— Stored data entries —
import { describe, expect, it } from 'vitest'
import { parseScenario, scenarioSchema } from '@/lib/schemas/scenario'

/** A small valid file, as a person writes it: only what has no default. */
function file(): ReturnType<typeof JSON.parse> {
  return {
    schema: 'steadfold/scenario@1',
    departure: '2026-06-09T08:20Z',
    legs: [
      {
        id: 'van',
        kind: 'road',
        durationMin: 90,
        surroundings: { type: 'controlled', airTempC: 18, relHumidityPct: 50, airSpeedMs: 0.1 },
      },
      {
        id: 'ramp',
        kind: 'ramp',
        durationMin: 30,
        delay: { typicalMin: 10, worstMin: 40 },
        surroundings: {
          type: 'open-air',
          series: [{ minute: 0, airTempC: 24, relHumidityPct: 45, windMs: 2, solarWm2: 500 }],
        },
      },
    ],
    crates: [
      {
        id: 'a',
        mark: '2417-A',
        lengthM: 0.9,
        widthM: 0.6,
        heightM: 0.65,
        wall: { material: 'plastic', thicknessMm: 3 },
        openings: [{ face: 'front', areaM2: 0.2 }],
        occupants: [{ id: 'bess', profile: 'dog', massKg: 11 }],
      },
    ],
  }
}

const VAN = {
  type: 'enclosed',
  volumeM3: 12,
  heatTransferWK: 45,
  interiorMassKJK: 150,
  leakageM3h: 6,
  solarApertureM2: 1,
  crateAirSpeedMs: 0.1,
}

function issuesOf(json: unknown) {
  const parsed = parseScenario(json)
  return parsed.ok ? [] : parsed.issues
}

function scenarioOf(json: unknown) {
  const parsed = parseScenario(json)
  if (!parsed.ok) throw new Error(JSON.stringify(parsed.issues))
  return parsed.scenario
}

describe('a scenario file', () => {
  it('comes out complete: departure in milliseconds, every default filled', () => {
    const scenario = scenarioOf(file())
    expect(scenario.departureMs).toBe(Date.UTC(2026, 5, 9, 8, 20))
    expect(scenario.outputStepS).toBe(60)
    expect(scenario.legs[0]?.pressureKPa).toBe(101.325)
    expect(scenario.legs[0]?.delay).toEqual({ typicalMin: 0, worstMin: 0 })
    expect(scenario.legs[0]?.surroundings).toMatchObject({ surfaceTempC: 18, outsideCo2Ppm: 420 })
    expect(scenario.crates[0]).toMatchObject({ form: 'crate', medium: 'air', byLeg: [] })
    expect(scenario.crates[0]?.occupants[0]).toMatchObject({
      count: 1,
      activity: 'resting',
      activityDecayMin: 45,
      flags: [],
    })
  })

  it('gives itself again when parsed twice, so a stored scenario can be run again', () => {
    const once = scenarioOf(file())
    expect(scenarioOf(JSON.parse(JSON.stringify(once)))).toEqual(once)
  })

  it('describes every field it has', () => {
    const undescribed: string[] = []
    walk(scenarioSchema, '', undescribed)
    expect(undescribed).toEqual([])
  })
})

describe('what a scenario may not say', () => {
  it.each<[string, (json: ReturnType<typeof file>) => void, string, RegExp]>([
    ['no departure', (json) => delete json.departure, 'departure', /Departure is missing/],
    ['30 February', (json) => (json.departure = '2026-02-30T08:20Z'), 'departure', /2026-02-30T08:20Z/],
    ['a departure without zone', (json) => (json.departure = '2026-06-09T08:20'), 'departure', /in UTC/],
    ['another schema', (json) => (json.schema = 'steadfold/scenario@2'), 'schema', /steadfold\/scenario@1/],
    ['a field nobody knows', (json) => (json.legs[0].speedKmh = 80), 'legs.0.speedKmh', /not a field here/],
    [
      'ice packs',
      (json) => (json.crates[0].packs = [{ kind: 'ice', massKg: 1 }]),
      'crates.0.packs',
      /cannot be simulated yet/,
    ],
    [
      'animals in water',
      (json) => (json.crates[0].medium = 'water'),
      'crates.0.medium',
      /only animals in air/,
    ],
    [
      'a tank of water',
      (json) => (json.crates[0].water = { massKg: 40, tempC: 12 }),
      'crates.0.water',
      /Animals in water cannot be simulated yet/,
    ],
    [
      'an animal in a huddle',
      (json) => (json.crates[0].occupants[0].huddle = 3),
      'crates.0.occupants.0.huddle',
      /the species row decides/,
    ],
    ['members of an ensemble', (json) => (json.members = 300), 'members', /Ensembles cannot be run yet/],
    ['a seed', (json) => (json.seed = 7), 'seed', /Ensembles cannot be run yet/],
    ['an ensemble', (json) => (json.ensemble = { members: 300 }), 'ensemble', /cannot be run yet/],
    [
      'a mass outside the profile',
      (json) => (json.crates[0].occupants[0].massKg = 120),
      'crates.0.occupants.0.massKg',
      /120 kg: put 0.3 to 90 kg/,
    ],
    [
      'a species nobody knows',
      (json) => (json.crates[0].occupants[0].profile = 'unicorn'),
      'crates.0.occupants.0.profile',
      /unicorn/,
    ],
    [
      'an air hotter than any',
      (json) => (json.legs[0].surroundings.airTempC = 75),
      'legs.0.surroundings.airTempC',
      /75 °C: put −60 to 60 °C/,
    ],
    [
      'text for a number',
      (json) => (json.legs[0].durationMin = '90'),
      'legs.0.durationMin',
      /“90” is not a number/,
    ],
    [
      'a worst delay under the typical',
      (json) => (json.legs[1].delay.worstMin = 5),
      'legs.1.delay.worstMin',
      /at least the typical/,
    ],
    ['a crate without walls', (json) => delete json.crates[0].wall, 'crates.0.wall', /Walls are missing/],
    ['a closed crate', (json) => (json.crates[0].openings = []), 'crates.0.openings', /no openings/],
    [
      'an opening larger than its face',
      (json) => (json.crates[0].openings[0].areaM2 = 0.391),
      'crates.0.openings.0.areaM2',
      /the face has only 0.39 m²/,
    ],
    [
      'an opening wider than its face',
      (json) => (json.crates[0].openings[0].widthM = 0.7),
      'crates.0.openings.0.widthM',
      /only 0.6 m wide/,
    ],
    [
      'two animals of one id',
      (json) => json.crates[0].occupants.push({ ...json.crates[0].occupants[0] }),
      'crates.0.occupants.1.id',
      /stands twice/,
    ],
    [
      'a crate on a leg that is not there',
      (json) => (json.crates[0].toLegId = 'sea'),
      'crates.0.toLegId',
      /No leg “sea”/,
    ],
    [
      'a crate that leaves before it joins',
      (json) => Object.assign(json.crates[0], { fromLegId: 'ramp', toLegId: 'van' }),
      'crates.0.toLegId',
      /leaves before it joins/,
    ],
    [
      'a body limit made wider',
      (json) => (json.limits = [{ scope: 'bess', coreAlarmHighC: 39.8, reason: 'test' }]),
      'limits.0.coreAlarmHighC',
      /never wider/,
    ],
    [
      'a limit for nobody',
      (json) => (json.limits = [{ scope: 'otto', coreAlarmHighC: 39, reason: 'test' }]),
      'limits.0.scope',
      /no crate or animal/,
    ],
    [
      'out of crate on the road',
      (json) => (json.legs[0].outOfCrate = true),
      'legs.0.outOfCrate',
      /only a leg of kind rest/,
    ],
    [
      'an event after the leg',
      (json) => (json.legs[0].events = [{ minute: 90, durationMin: 5, kind: 'door' }]),
      'legs.0.events',
      /before the leg ends/,
    ],
    [
      'a door event in a room that has none',
      (json) => (json.legs[0].events = [{ minute: 5, durationMin: 5, kind: 'door' }]),
      'legs.0.events',
      /only an enclosed space/,
    ],
    [
      'a mesh width, which changes nothing yet',
      (json) => (json.crates[0].openings[0].meshMm = 25),
      'crates.0.openings.0.meshMm',
      /cannot be used yet/,
    ],
    [
      'an acclimation the engine cannot compute',
      (json) => (json.crates[0].occupants[0].acclimatedToC = 2),
      'crates.0.occupants.0.acclimatedToC',
      /cannot be computed yet/,
    ],
    [
      'an initial state of one variant only',
      (json) => (json.initial = [{ variant: 'typical', crates: [], animals: [], compartments: [] }]),
      'initial',
      /exactly one for heat-prone/,
    ],
    [
      'a set-point with no watts behind it',
      (json) =>
        (json.legs[0].surroundings = {
          ...VAN,
          conditioning: { setPointC: 18, coolingW: 0, heatingW: 0 },
          outside: json.legs[1].surroundings,
        }),
      'legs.0.surroundings.conditioning',
      /without cooling or heating holds nothing/,
    ],
  ])('refuses %s', (_, spoil, path, message) => {
    const json = file()
    spoil(json)
    const issue = issuesOf(json).find((one) => one.path === path)
    expect(issue?.message).toMatch(message)
  })

  it('tells all faults at once, each with what stood there', () => {
    const json = file()
    json.legs[0].durationMin = -5
    json.crates[0].occupants[0].massKg = 'heavy'
    const issues = issuesOf(json)
    expect(issues.map(({ path }) => path)).toEqual(['legs.0.durationMin', 'crates.0.occupants.0.massKg'])
    expect(issues.map(({ received }) => received)).toEqual([-5, 'heavy'])
  })

  it('lets a body limit be made tighter, and an air limit wider', () => {
    const json = file()
    json.limits = [{ scope: 'bess', coreAlarmHighC: 39.7, airHighC: 40, reason: 'seen by the vet' }]
    expect(issuesOf(json)).toEqual([])
  })

  it('lets a space stand in another once, and no deeper', () => {
    const json = file()
    const open = {
      type: 'open-air',
      series: [{ minute: 0, airTempC: 20, relHumidityPct: 50, windMs: 1, solarWm2: 0 }],
    }
    json.legs[0].surroundings = { ...VAN, outside: { ...VAN, outside: open } }
    expect(issuesOf(json)).toEqual([])
    json.legs[0].surroundings = { ...VAN, outside: { ...VAN, outside: { ...VAN, outside: open } } }
    expect(issuesOf(json)[0]?.message).toMatch(/at most once/)
  })
})

describe('weather', () => {
  // Leg "ramp": on time 90 to 120; typical end 130; worst end 160; with 300 beyond, 460.
  function withSeries(lastMinute: number, firstMinute = 0) {
    const json = file()
    const point = { airTempC: 24, relHumidityPct: 45, windMs: 2, solarWm2: 500 }
    json.legs[1].surroundings.series = [
      { minute: firstMinute, ...point },
      { minute: lastMinute, ...point },
    ]
    return json
  }

  it('must reach 300 minutes past the worst end of its leg', () => {
    expect(issuesOf(withSeries(460))).toEqual([])
    expect(issuesOf(withSeries(459))[0]).toMatchObject({
      path: 'legs.1.surroundings.series.1.minute',
      received: 459,
    })
  })

  it('must start by the leg', () => {
    expect(issuesOf(withSeries(460, 90))).toEqual([])
    expect(issuesOf(withSeries(460, 91))[0]?.path).toBe('legs.1.surroundings.series.0.minute')
  })

  it('must run forward in time', () => {
    const json = withSeries(460)
    json.legs[1].surroundings.series.push({ ...json.legs[1].surroundings.series[1] })
    expect(issuesOf(json)[0]?.message).toMatch(/later than the one before/)
  })
})

/** Every value a person can write carries a description, its own or that of the wrapper around it. */
function walk(schema: unknown, path: string, undescribed: string[], wrapped = false): void {
  const it = schema as { _zod?: { def: Record<string, unknown> }; description?: string }
  const def = it._zod?.def
  if (def === undefined) return
  const described = wrapped || it.description !== undefined
  const inner = def.innerType ?? def.in
  if (inner !== undefined) walk(inner, path, undescribed, described)
  if (def.element !== undefined) walk(def.element, `${path}[]`, undescribed)
  for (const [key, value] of Object.entries((def.shape ?? {}) as Record<string, unknown>))
    walk(value, `${path}.${key}`, undescribed)
  for (const option of Array.isArray(def.options) ? def.options : []) walk(option, path, undescribed)
  const leaf = ['number', 'string', 'boolean', 'enum'].includes(String(def.type))
  if (leaf && !described) undescribed.push(path)
}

— WHAT THE TASK ASKS —
In the entries above, tally the lines that hold the string "huddle" and give only the count.

— WRITTEN ANSWER —
3